Abordar o presente tema, antigo desejo tem como finalidade tentar compreender o lado obscuro do homem e sua incrível capacidade de adaptação ao extremo de um comportamento absurdo. Dentro dessa adaptação, realçamos sua aptidão de ser capaz de praticar o mal ao extremo, ignorando princípios socialmente aceitos e sentimentos humanitários. Sob esse prisma, o homem se equipara a um cão amestrado para executar o que for determinado. Por exemplo, o soldado que no inicio da guerra depara-se com a resistência de consciência para matar o inimigo, ao abater o primeiro e outros, passa a matar com naturalidade. Dos carrascos nazistas, que alegavam obediência a seus superiores, introduziram nas câmaras de gás letal milhares de homens, mulheres e crianças sem qualquer remorso. Dos médicos que atendem nos movimentados prontos-socorros todo tipo de acidentados, rindo e contando piadas enquanto operam indiferentes aos lamentos e gritos de dor! E qual a relação, guardadas as devidas proporções, entre nazistas e papa-defuntos? Aparentemente nenhuma, vez que não mata, vive tão-só da expectativa da morte e, como tal, pode muito bem, intimamente, desejá-la como um potencial exterminador de vidas. Nessa linha, costumamos assistir, nas grandes cidades, ao descaramento e a falta de sensibilidade humana dos corretores de funerárias que com seus respectivos cartões abordam nos corredores familiares dos enfermos, oferecendo-lhes seus serviços. Há registros policiais de briga entre os mesmos nas disputa pelos mortos nas quais, parodiando uma música de carnaval, berram desesperadamente de que “o defunto é meu, eu vi primeiro”.

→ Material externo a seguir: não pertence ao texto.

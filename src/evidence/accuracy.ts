import type { AccuracyClaim } from './accuracy-claim.js';
import { columnAccuracy } from './accuracy-columns.js';
import { copperAccuracy } from './accuracy-copper.js';
import { lineAccuracy } from './accuracy-lines.js';

/** One line of the accuracy table. */
export interface Accuracy extends Omit<AccuracyClaim, 'deviations'> {
  /** Largest magnitude of the deviations. */
  readonly reached: number;
  readonly cases: number;
  readonly met: boolean;
}

export const accuracyClaims: readonly AccuracyClaim[] = [...lineAccuracy, ...copperAccuracy, ...columnAccuracy];

/**
 * How close the solvers come to what is better than they are, worked out anew with every call: refined solutions of their
 * own, independent solutions, full wave, the formulas' authors' claims. A deviation that is not a number does not meet.
 *
 * About two seconds the first time; comparisons that checks share are kept.
 */
export function accuracyTable(claims: readonly AccuracyClaim[] = accuracyClaims): readonly Accuracy[] {
  return claims.map(({ deviations, ...claim }) => {
    const sizes = deviations().map(Math.abs);
    const reached = sizes.some(Number.isNaN) ? Number.NaN : Math.max(...sizes);
    return { ...claim, reached, cases: sizes.length, met: reached <= claim.target };
  });
}
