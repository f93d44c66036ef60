export { type Accuracy, accuracyTable } from './accuracy.js';
export { type EvidenceCheck, type EvidenceResult, type HowKnown, runChecks } from './check.js';
export { type Method, methods } from './methods.js';
export { allChecks } from './registry.js';
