import { add, type Complex, complex, div, mul, scale, sqrt, ZERO } from '../../numerics/complex.js';
import { SPEED_OF_LIGHT } from '../constants.js';

export interface DistributedCircuitInput<Face extends string> {
  /** Characteristic impedance without loss, ohm, > 0. */
  readonly impedance: number;
  /** Effective relative permittivity without loss, ≥ 1. */
  readonly effectivePermittivity: number;
  /** Hz, > 0 */
  readonly frequency: number;
  /** Loss tangent of the line as a whole: that of the dielectric times its share of the capacitance. */
  readonly lossTangent: number;
  /** Series resistance per length of a face over its surface resistance, 1/m. */
  readonly weights: Readonly<Record<Face, number>>;
  /** Surface impedance of each face, ohm. */
  readonly faces: Readonly<Record<Face, Complex>>;
}

/** A lossy line of which each face's part is known. */
export interface DistributedCircuit<Face extends string> {
  /** Propagation constant α + jβ, 1/m. */
  readonly gamma: Complex;
  /** Characteristic impedance with loss, ohm. */
  readonly characteristic: Complex;
  /** Np/m of each face, R/(2 Z0). To first order their sum and `dielectricLoss` are Re γ. */
  readonly conductorLoss: Readonly<Record<Face, number>>;
  /** Np/m */
  readonly dielectricLoss: number;
}

/**
 * A line that carries a quasi-TEM wave as a distributed circuit: Z′ = jωL + Σ Z(face)·weight, Y′ = jωC (1 − j tan δ).
 * The metal's inner reactance slows the wave. Any text on transmission lines.
 *
 * @throws RangeError on arguments that are not physical
 */
export function distributedCircuit<Face extends string>(
  input: DistributedCircuitInput<Face>,
): DistributedCircuit<Face> {
  const { impedance, effectivePermittivity, frequency, lossTangent, weights, faces } = input;
  if (!(frequency > 0)) throw new RangeError(`frequency must be positive, got ${frequency}`);
  if (!(lossTangent >= 0)) throw new RangeError(`loss tangent must be 0 or more, got ${lossTangent}`);
  const names = Object.keys(weights) as Face[];
  const omega = 2 * Math.PI * frequency;
  const slowness = Math.sqrt(effectivePermittivity) / SPEED_OF_LIGHT;
  const surface = names.reduce((sum, name) => add(sum, scale(faces[name], weights[name])), ZERO);
  const series = add(complex(0, omega * impedance * slowness), surface);
  const susceptance = (omega * slowness) / impedance;
  const shunt = complex(susceptance * lossTangent, susceptance);
  const loss = names.map((name) => [name, (faces[name].re * weights[name]) / (2 * impedance)] as const);
  return {
    gamma: sqrt(mul(series, shunt)),
    characteristic: sqrt(div(series, shunt)),
    conductorLoss: Object.fromEntries(loss) as Record<Face, number>,
    dielectricLoss: 0.5 * omega * slowness * lossTangent,
  };
}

A atividade do papa-defunto, natural e essencial como gari da natureza, nem por isso deixa de respirar o ar infecto da matéria prima da sua profissão, a morte que lhe garante vida. Como qualquer empresário, pode cair na tentação de ser dominado pela ganância que irá obscurecer-lhe a razão e o sentimento humanitário. Dentro dessa possibilidade, repetimos a indagação acima: se o papa-defunto adquirisse o poder secreto de decidir sobre a morte das pessoas, o que aconteceria? Se comportariam de um modo normal, esperando que tudo aconteça dentro do curso natural ou, com uma visão empresarial, estabeleceria uma cota de abate de vidas, para aumentar seus lucros? Certamente teríamos os dois tipos. Isso, no entanto, não impediria que a nossa vida se transformasse numa loteria, podendo ser sorteada para o sacrifício sem direito a apelação, vez que um homem obcecado pelo lucro torna-se um louco para consumar seu objetivo a qualquer custo. Dentro dessa visão, seria um exagero afirmar que dentro de quase todos nós dorme um monstro da maldade? O que nos revela diariamente o noticiário policial? Em inúmeros casos, a mais completa bestialidade do homem, totalmente despido do respeito pela vida do próximo. Nesse ponto, chegamos à conclusão, de que se o hábito não faz o monge, gera muitas vezes o monstro da insensabilidade.

Eis porque a presente digressão, como um instigante exercício mental, tendo como pano de fundo o superlativo da maldade do homem, convenceu-nos de que valia a pena fazê-la.